Für einen Hindu ist das vollkommen absurd. Er sagt sich: Wieso ein Anfang? Das ist immer im Kreis, es war immer schon so. Es gab keinen Anfang. Wie ein Kreis dreht es sich immer wieder und immer wieder und endlos. Es wird auch kein Ende geben davon.
Die typisch christliche Vorstellung und auch die, die die westliche Naturwissenschaft prägt, ist ein Anfang und ein Ende. Naturwissenschaftler sagen uns, der Urknall war der Anfang, und am Ende gibt es den Wärmetod des Universums. Manche bevorzugen auch die Vorstellung, dass sich irgendwann alles wieder zusammenzieht, es einen neuen Urknall gibt und sich das wiederholt. Das ist dann schon ein bisschen angelehnt an den Hinduismus.
Aber die meisten vertreten ein definiertes Anfangsereignis, den Urknall, und ein Ende mit Wärmetod, bei dem alles Materielle verflüchtigt und verbreitet ist. Die Sterne sind erloschen, die Materie verstrahlt.
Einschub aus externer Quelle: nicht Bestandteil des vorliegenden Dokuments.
/* ir.c — freeing the checked recipe and the names of its enum values. */
#include "config.h"

#include "cairn/ir.h"

#include <stdlib.h>

void ir_recipe_free(ir_recipe *r) {
  if (!r) return;
  free(r->path);
  for (int i = 0; r->points && i < r->npoints; i++) free(r->points[i].atoms);
  free(r->points);
  free(r->scan.name);
  free(r->basis_name);
  free(r->basis_file);
  free(r->integrals_file);
  free(r->orbitals.core);
  free(r->orbitals.active);
  free(r->reference.bits);
  for (int i = 0; i < r->nrules; i++) {
    free(r->rules[i].letters);
    free(r->rules[i].from);
    free(r->rules[i].to);
  }
  free(r->rules);
  for (int i = 0; i < r->nemits; i++) free(r->emits[i].path);
  free(r->emits);
  for (int i = 0; i < r->nuses; i++) free(r->uses[i]);
  free(r->uses);
  free(r);
}

/* The names below are the recipe words; ORDER: the enums in ir.h. */
const char *ir_encoding_name(ir_encoding e) {
  switch (e) {
  case IR_ENC_JORDAN_WIGNER: return "jordan-wigner";
  case IR_ENC_BRAVYI_KITAEV: return "bravyi-kitaev";
  case IR_ENC_PARITY: return "parity";
  }
  return "?";
}

const char *ir_reference_name(ir_reference_kind k) {
  switch (k) {
  case IR_REF_HARTREE_FOCK: return "hartree-fock";
  case IR_REF_MEAN_FIELD: return "mean-field";
  case IR_REF_BITS: return "bits";
  }
  return "?";
}

const char *ir_symmetry_name(ir_symmetry s) {
  switch (s) {
  case IR_SYM_PARTICLES: return "particles";
  case IR_SYM_SPIN_Z: return "spin-z";
  case IR_SYM_SPIN_SQUARED: return "spin-squared";
  case IR_SYM_COUNT: break;
  }
  return "?";
}

const char *ir_policy_name(ir_policy p) {
  switch (p) {
  case IR_KEEP_NONE: return "none";
  case IR_KEEP_EXACTLY: return "exactly";
  case IR_KEEP_PENALTY: return "penalty";
  case IR_KEEP_CHECKED: return "checked";
  }
  return "?";
}

const char *ir_rule_name(ir_rule_kind k) {
  switch (k) {
  case IR_RULE_SINGLES: return "singles";
  case IR_RULE_DOUBLES: return "doubles";
  case IR_RULE_ENTANGLERS: return "entanglers";
  case IR_RULE_QUBIT_SINGLES: return "qubit singles";
  case IR_RULE_QUBIT_DOUBLES: return "qubit doubles";
  case IR_RULE_WORD: return "word";
  case IR_RULE_EXCITE: return "excite";
  }
  return "?";
}

const char *ir_method_name(ir_method m) {
  switch (m) {
  case IR_OPT_LBFGS: return "lbfgs";
  case IR_OPT_SLSQP: return "slsqp";
  case IR_OPT_BOBYQA: return "bobyqa";
  case IR_OPT_COBYLA: return "cobyla";
  case IR_OPT_NELDER_MEAD: return "nelder-mead";
  }
  return "?";
}

const char *ir_emit_name(ir_emit_format f) {
  switch (f) {
  case IR_EMIT_LISTING: return "listing";
  case IR_EMIT_QASM2: return "qasm2";
  case IR_EMIT_QASM3: return "qasm3";
  }
  return "?";
}

const char *ir_unit_name(ir_unit u) {
  switch (u) {
  case IR_UNIT_NONE: return "";
  case IR_UNIT_BOHR: return "bohr";
  case IR_UNIT_ANGSTROM: return "angstrom";
  case IR_UNIT_DEGREE: return "deg";
  case IR_UNIT_RADIAN: return "rad";
  }
  return "?";
}

int ir_qubits(const ir_recipe *r) { return 2 * r->orbitals.nactive; }
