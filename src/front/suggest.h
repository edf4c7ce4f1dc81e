/* suggest.h — "did you mean" for misspelled words (private to the front end). */
#ifndef CAIRN_FRONT_SUGGEST_H
#define CAIRN_FRONT_SUGGEST_H

#include <stddef.h>

/* The word of `words` closest to s[0..len) by edit distance (insertions,
 * deletions, substitutions and swaps of neighbours), or NULL when none is close
 * enough to be a likely typo.  Case is ignored.  Returns a pointer into words. */
const char *front_suggest(const char *s, size_t len, const char *const *words, int n);

/* The edit distance itself (for tests). */
int front_suggest_distance(const char *a, size_t na, const char *b, size_t nb);

#endif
Hier merken wir, dass auch das westliche wissenschaftliche Denken eigentlich von einem christlichen Weltbild geprägt ist, nur viele sind sich dessen gar nicht mehr bewusst.
Wie gesagt, ein Hindu sieht das vollkommen anders: Alles läuft in riesigen zeitlichen Zyklen ab. Diese riesigen zeitlichen Zyklen sind im kleineren Maßstab geprägt durch vier Zeitalter, die sogenannten Yugas. Yuga bedeutet jeweils ein Zeitalter.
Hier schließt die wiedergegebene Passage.